(Records for this task Opens)

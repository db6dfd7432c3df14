import type { Knex } from 'knex';

// One row per build: the power estimator's assumptions as the owner saved them.
// No row means the defaults. Ranges are enforced by the shared zod schema; the
// checks here only keep physically meaningless values out.
export async function up(knex: Knex): Promise<void> {
  await knex.schema.createTable('build_assumptions', (t) => {
    t.uuid('build_id').primary().references('builds.id').onDelete('CASCADE');
    // Stored in lb/(hp·h) whatever the owner typed; bsfc_entry_unit remembers which
    // unit to show it back in.
    t.double('bsfc_lb_per_hp_h').notNullable();
    t.text('bsfc_entry_unit').notNullable().defaultTo('lb-per-hp-h');
    t.double('afr').notNullable();
    t.double('fuel_density_kg_per_l').notNullable();
    t.double('drivetrain_loss_pct').notNullable();
    t.integer('peak_rpm').notNullable();
    t.double('tight_margin_pct').notNullable();
    t.timestamps(true, true);
  });
  await knex.raw(`alter table build_assumptions
    add constraint build_assumptions_bsfc_unit check (bsfc_entry_unit in ('lb-per-hp-h','g-per-kwh')),
    add constraint build_assumptions_positive check (
      bsfc_lb_per_hp_h > 0 and afr > 0 and fuel_density_kg_per_l > 0 and peak_rpm > 0),
    add constraint build_assumptions_percentages check (
      drivetrain_loss_pct >= 0 and drivetrain_loss_pct < 100 and tight_margin_pct >= 0)`);
}

export async function down(knex: Knex): Promise<void> {
  await knex.schema.dropTable('build_assumptions');
}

(Records for this task Closes)

Your objective: What is needed is an exact copy of the lines from the one containing "add constraint build_assumptions_positive" through the last line of the records above, both included.

Completed task:
    add constraint build_assumptions_positive check (
      bsfc_lb_per_hp_h > 0 and afr > 0 and fuel_density_kg_per_l > 0 and peak_rpm > 0),
    add constraint build_assumptions_percentages check (
      drivetrain_loss_pct >= 0 and drivetrain_loss_pct < 100 and tight_margin_pct >= 0)`);
}

export async function down(knex: Knex): Promise<void> {
  await knex.schema.dropTable('build_assumptions');
}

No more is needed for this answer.